Closed northrup closed 3 years ago
This sounds like you have statement_timeout set either globally or for whichever database/user you are running pg_repack
with. Can you try using psql
to log into the same database, using the same username as you used with pg_repack
, and check what:
SHOW statement_timeout;
says?
@schmiddy here's what you were asking for:
gitlabhq_production=# SHOW statement_timeout;
statement_timeout
-------------------
0
(1 row)
@schmiddy further though in the code for the preliminary_checks function you specifically establish a statement_timeout of 0 : https://github.com/reorg/pg_repack/blob/master/bin/pg_repack.c#L508
Is there anywhere else I could look on this?
Err yeah this is a bit of a head-scratcher.
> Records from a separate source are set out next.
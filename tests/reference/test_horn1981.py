"""Horn (1981) slope and aspect: worked examples and GDAL's gdaldem as the oracle.

Sources: Horn, B. K. P. (1981), Proc. IEEE 69(1), 14-47, doi:10.1109/PROC.1981.11918;
worked 3 x 3 examples (GIS handbook examples that gdaldem
reproduces); GDAL `gdaldem slope|aspect -alg Horn -compute_edges` run on matplotlib's
sample DEMs (open data shipped in the matplotlib package).
"""

from __future__ import annotations

import os
import shutil
import subprocess

import numpy as np
import pytest
from affine import Affine

from regionmap.io.dem import Dem, read_dem
from regionmap.terrain.slope import slope_aspect_horn1981

GDALDEM = shutil.which("gdaldem")


def _need_gdaldem():
    if GDALDEM is None:
        if os.environ.get("CI") == "true":
            pytest.fail("gdaldem (GDAL oracle) is missing and CI=true: install gdal-bin")
        pytest.skip("gdaldem not installed (GDAL oracle)")


def test_horn_worked_example_steep_window_horn1981():
    # Worked example: window 50 45 50 / 30 30 30 / 8 10 10 at 5 m
    # -> slope 75.26 deg, aspect 180.75 deg (values printed to 2 decimals).
    z = np.array([[50, 45, 50], [30, 30, 30], [8, 10, 10]], dtype=float)
    slope, aspect = slope_aspect_horn1981(z, 5.0, 5.0)
    assert slope[1, 1] == pytest.approx(75.26, abs=0.005)
    assert aspect[1, 1] == pytest.approx(180.75, abs=0.005)


def test_horn_worked_example_east_facing_window_horn1981():
    # Worked example: window 101 92 85 / 101 92 85 / 101 91 84 -> aspect 92.64 deg.
    z = np.array([[101, 92, 85], [101, 92, 85], [101, 91, 84]], dtype=float)
    _, aspect = slope_aspect_horn1981(z, 5.0, 5.0)
    assert aspect[1, 1] == pytest.approx(92.64, abs=0.005)


def test_flat_aspect_is_nan_like_gdaldem_flat_marker():
    # gdaldem marks aspect of zero-gradient cells as nodata (-9999); we use NaN.
    slope, aspect = slope_aspect_horn1981(np.full((4, 4), 7.0), 10.0, 10.0)
    assert np.all(slope == 0) and np.all(np.isnan(aspect))


def _jacksboro_dem():
    from matplotlib import cbook

    d = cbook.get_sample_data("jacksboro_fault_dem.npz")
    z = d["elevation"].astype(np.float64)
    north = float(d["ymin"])  # the sample's ymin/ymax keys are swapped: ymin is the north edge
    assert north > float(d["ymax"])
    t = Affine(float(d["dx"]), 0, float(d["xmin"]), 0, -float(d["dy"]), north)
    return Dem(z, t, _crs(4326))


def _topobathy_dem():
    from matplotlib import cbook
    from scipy.interpolate import interp1d

    d = cbook.get_sample_data("topobathy.npz")
    lat = d["latitude"].astype(np.float64)  # irregular spacing (0.0214-0.0223 deg)
    lon = d["longitude"].astype(np.float64) - 360.0
    z = d["topo"].astype(np.float64)
    lat_reg = np.linspace(lat[0], lat[-1], lat.size)
    z_reg = interp1d(lat, z, axis=0)(lat_reg)[::-1]  # regular, north-up
    dlat = lat_reg[1] - lat_reg[0]
    dlon = lon[1] - lon[0]
    t = Affine(dlon, 0, lon[0] - dlon / 2, 0, -dlat, lat_reg[-1] + dlat / 2)
    return Dem(z_reg, t, _crs(4326))


def _crs(epsg):
    from rasterio.crs import CRS

    return CRS.from_epsg(epsg)


def _write(path, dem):
    from regionmap.io.writers import write_geotiff

    write_geotiff(
        path,
        dem.elevation_m.astype(np.float32),
        transform=dem.transform,
        crs=dem.crs,
        nodata=-9999.0,
        description="elevation",
        cog=False,
    )


def _gdaldem(mode, src, dst):
    subprocess.run(
        [GDALDEM, mode, "-alg", "Horn", "-compute_edges", str(src), str(dst)],
        check=True,
        capture_output=True,
    )
    return read_dem(dst).elevation_m


@pytest.mark.parametrize(
    "make", [_jacksboro_dem, _topobathy_dem], ids=["jacksboro_fault", "topobathy"]
)
def test_slope_aspect_match_gdaldem_on_matplotlib_sample_dems(tmp_path, make):
    _need_gdaldem()
    geo_path = tmp_path / "geo.tif"
    _write(geo_path, make())
    metric = read_dem(geo_path).metric()  # local UTM: gdaldem has one scale factor only
    assert metric.crs.is_projected
    metric_path = tmp_path / "utm.tif"
    _write(metric_path, metric)
    dem = read_dem(metric_path)
    dx, dy = dem.spacing_m()
    slope, aspect = slope_aspect_horn1981(dem.elevation_m, dx, dy)
    g_slope = _gdaldem("slope", metric_path, tmp_path / "slope.tif")
    g_aspect = _gdaldem("aspect", metric_path, tmp_path / "aspect.tif")
    # interior pixels: all 3 x 3 neighbours hold data
    z = dem.elevation_m
    full = np.isfinite(z)
    interior = np.zeros_like(full)
    interior[1:-1, 1:-1] = True
    for dr in (-1, 0, 1):
        for dc in (-1, 0, 1):
            interior &= np.roll(np.roll(full, dr, 0), dc, 1)
    assert interior.sum() > 1000
    # GDAL gdaldem Horn slope: interior pixels agree within 1e-3 deg
    np.testing.assert_allclose(slope[interior], g_slope[interior], atol=1e-3, rtol=0)
    # GDAL gdaldem Horn aspect: gdaldem computes in float32, which scatters its aspect by
    # about 2e-3 deg / slope_deg on gentle slopes, so compare where the slope exceeds 3 deg
    sel = interior & (slope > 3.0) & np.isfinite(g_aspect)
    assert sel.sum() > 1000
    diff = (aspect[sel] - g_aspect[sel] + 180.0) % 360.0 - 180.0
    assert np.abs(diff).max() < 1e-3
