"""Solar geometry and irradiance partitioning against pvlib (the package index's oracle)."""

import numpy as np
import pandas as pd
import pvlib
import pytest

from regionmap.downscale import solar

# An invented mid-latitude mountain site (coordinates only).
LAT, LON, ALT = 46.5, 10.3, 2100.0


def test_solar_position_noaa_vs_nrel_spa_pvlib_hourly_year():
    # Oracle: pvlib.solarposition.get_solarposition(method="nrel_numpy"), NREL SPA of
    # Reda & Andreas (2004), Solar Energy 76(5), 577-589. Issue 3 tolerance: 0.3 deg daytime.
    times = pd.date_range("2025-01-01", "2025-12-31 23:00", freq="1h", tz="UTC")
    ref = pvlib.solarposition.get_solarposition(times, LAT, LON, altitude=ALT, method="nrel_numpy")
    zen, az = solar.solar_position_noaa(times.tz_localize(None).to_numpy(), LAT, LON)
    day = ref["elevation"].to_numpy() > 0.0
    assert day.sum() > 4000
    dz = np.abs(zen[day] - ref["zenith"].to_numpy()[day])
    daz = np.abs((az[day] - ref["azimuth"].to_numpy()[day] + 180.0) % 360.0 - 180.0)
    assert dz.max() < 0.3
    assert daz.max() < 0.3


def test_spa_paper_example_reda_andreas2004():
    # Reda & Andreas (2004), Solar Energy 76, Table A5.1 example: 2003-10-17 12:30:30 UTC-7,
    # 39.742476 N, -105.1786 E, 1830.14 m, 820 hPa, 11 degC, Delta T 67 s ->
    # topocentric (refracted) zenith 50.11162 deg, azimuth 194.34024 deg.
    t = pd.DatetimeIndex(["2003-10-17 12:30:30"]).tz_localize("Etc/GMT+7")
    ref = pvlib.solarposition.get_solarposition(
        t,
        39.742476,
        -105.1786,
        altitude=1830.14,
        pressure=82000.0,
        temperature=11.0,
        delta_t=67.0,
        method="nrel_numpy",
    )
    assert ref["apparent_zenith"].iloc[0] == pytest.approx(50.11162, abs=1e-4)
    assert ref["azimuth"].iloc[0] == pytest.approx(194.34024, abs=1e-4)
    zen, az = solar.solar_position_noaa(
        t.tz_convert("UTC").tz_localize(None).to_numpy(), 39.742476, -105.1786
    )
    # NOAA / Spencer (1971) accuracy ~0.3 deg against SPA, geometric zenith
    assert zen[0] == pytest.approx(ref["zenith"].iloc[0], abs=0.3)
    assert az[0] == pytest.approx(194.34024, abs=0.3)


def test_equation_of_time_noaa_vs_nrel_spa_pvlib():
    # Oracle: NREL SPA via pvlib, its equation_of_time column [min] (Reda & Andreas 2004).
    times = pd.date_range("2025-01-01 06:00", periods=365, freq="1D", tz="UTC")
    ref = pvlib.solarposition.get_solarposition(times, LAT, LON, method="nrel_numpy")
    _, eot, _ = solar.sun_terms_noaa(times.tz_localize(None).to_numpy())
    # 0.1 min of time = 0.025 deg of hour angle
    np.testing.assert_allclose(eot, ref["equation_of_time"], atol=0.1)


def test_extraterrestrial_spencer1971_vs_pvlib_same_solar_constant():
    # pvlib.irradiance.get_extra_radiation(method="spencer"), S0 = 1361 (Kopp & Lean 2011)
    doy = np.arange(1, 366).astype(float)
    ref = pvlib.irradiance.get_extra_radiation(doy, solar_constant=1361.0, method="spencer")
    np.testing.assert_allclose(solar.extraterrestrial_irradiance_spencer1971(doy), ref, rtol=1e-12)


def test_erbs1982_diffuse_fraction_values():
    # Erbs, Klein & Duffie (1982), Solar Energy 28(4), Eq. 1 — values computed from the
    # formula [calc]: kd(0.3) = 0.94860, kd(0.5) = 0.65915, kd(0.7) = 0.24398.
    np.testing.assert_allclose(
        solar.diffuse_fraction_erbs1982([0.3, 0.5, 0.7]), [0.94860, 0.65915, 0.24398], atol=5e-6
    )


def test_erbs1982_split_vs_pvlib_erbs():
    # Oracle: pvlib.irradiance.erbs; pvlib uses S0 = 1366.1 internally, so pass that constant.
    rng = np.random.default_rng(1)
    n = 2000
    ghi = rng.uniform(0, 1100, n)
    zen = rng.uniform(0, 95, n)
    doy = rng.integers(1, 366, n).astype(float)
    ref = pvlib.irradiance.erbs(ghi, zen, doy)
    extra = solar.extraterrestrial_irradiance_spencer1971(doy, solar_constant_w_m2=1366.1)
    ours = solar.erbs1982_split(ghi, zen, extra)
    for key in ("dni", "dhi", "kt"):
        np.testing.assert_allclose(ours[key], ref[key], rtol=1e-6, atol=1e-9)


def test_liu_jordan1963_isotropic_vs_pvlib_total_irradiance():
    # Oracle: pvlib.irradiance.get_total_irradiance(model="isotropic"); an open plane has
    # sky view (1 + cos S)/2 (Liu & Jordan 1963).
    rng = np.random.default_rng(2)
    n = 2000
    tilt, surf_az = rng.uniform(0, 60, n), rng.uniform(0, 360, n)
    zen, sun_az = rng.uniform(0, 89, n), rng.uniform(0, 360, n)
    dni, dhi = rng.uniform(0, 900, n), rng.uniform(0, 300, n)
    ghi = dhi + dni * np.cos(np.radians(zen))
    albedo = 0.6
    ref = pvlib.irradiance.get_total_irradiance(
        tilt, surf_az, zen, sun_az, dni, ghi, dhi, albedo=albedo, model="isotropic"
    )
    cos_i = solar.cos_incidence_deg(zen, sun_az, tilt, surf_az)
    svf = (1.0 + np.cos(np.radians(tilt))) / 2.0
    ours = solar.tilted_irradiance_liu_jordan1963(dni, dhi, ghi, cos_i, svf, albedo)
    np.testing.assert_allclose(ours, ref["poa_global"], rtol=1e-6, atol=1e-9)
    np.testing.assert_allclose(
        cos_i, np.cos(np.radians(pvlib.irradiance.aoi(tilt, surf_az, zen, sun_az))), atol=1e-9
    )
The error message you posted:
ERROR: canceling statement due to statement timeout
can only be coming from Postgres here.
In theory we intend to be setting statement_timeout to 0 in preliminary_checks as you posted, but I wonder if maybe we confuse ourselves in lock_access_share, where we first set then reset statement_timeout
(and same deal in lock_exclusive).
Either way, I think in those dubious RESET
s that we'd be RESET
'ing statement_timeout to whatever the default is for that connection/user/database/global setting -- you showed earlier that you think this should be set to 0 (disabled) by default, but perhaps that error was really hit with a different user or database? Or the unlucky user had some other way of turning on statement_timeout, e.g. coaxing libpq connection parameters like:
PGOPTIONS="-c statement_timeout=5min" pg_repack ...
I had no problems repacking tables up to 750M rows as of pg_repack 1.4.0 on Amazon RDS
Is the problem that the -k
option (as required to use on RDS) not only bypasses superuser checks, but essential setup such as disabling the statement timeout?
A largeer issue is the consequences of that -- I'm only just starting to understand how pg_repack works, but it some scenarios (a large table, with a high rate of updates), trying to select all the rows from one table an insert them into another in one transaction is bound to cause problems. Although it may avoid an exclusive lock as vacuum full
would take, the transaction will also prevent vacuum from removing dead tuples, and the consequent accumulation of dead tuples may degrade performance until Bad Things happen.
Statement_timeout is a good thing before running any postgres DDL operations(From documentation:https://www.postgresql.org/docs/9.4/runtime-config-client.html).
Here, before locking the table(for drop/swap) - pg_repack waits for existing operations/transactions to finish on a table. That's the reason it sets a timeout here before lock table statement. If all the ongoing transactions doesn't finish on the table then you receive the message: canceling statement due to statement timeout
Next time it tries again by increasing statement timeout. Likewise , it keeps repeating the same process multiple times until it is successfully able to lock the table. Once, it lock the table- it performs swap.
If we don't have statement_timeout or statement_timeout=0 - we might endup with missing some updates/operations for the tables.
I have a table that contains 25m rows, which I cannot trim. The repacking of this table timeouts with
ostensibly because pg_repack cannot select all 25m rows into the repack table under the timeout. The problem is I have set a timeout in the pg_repack command to a high value, and no matter what this transaction times out after 5 minutes of wall time. How can I successfully get this table repacked?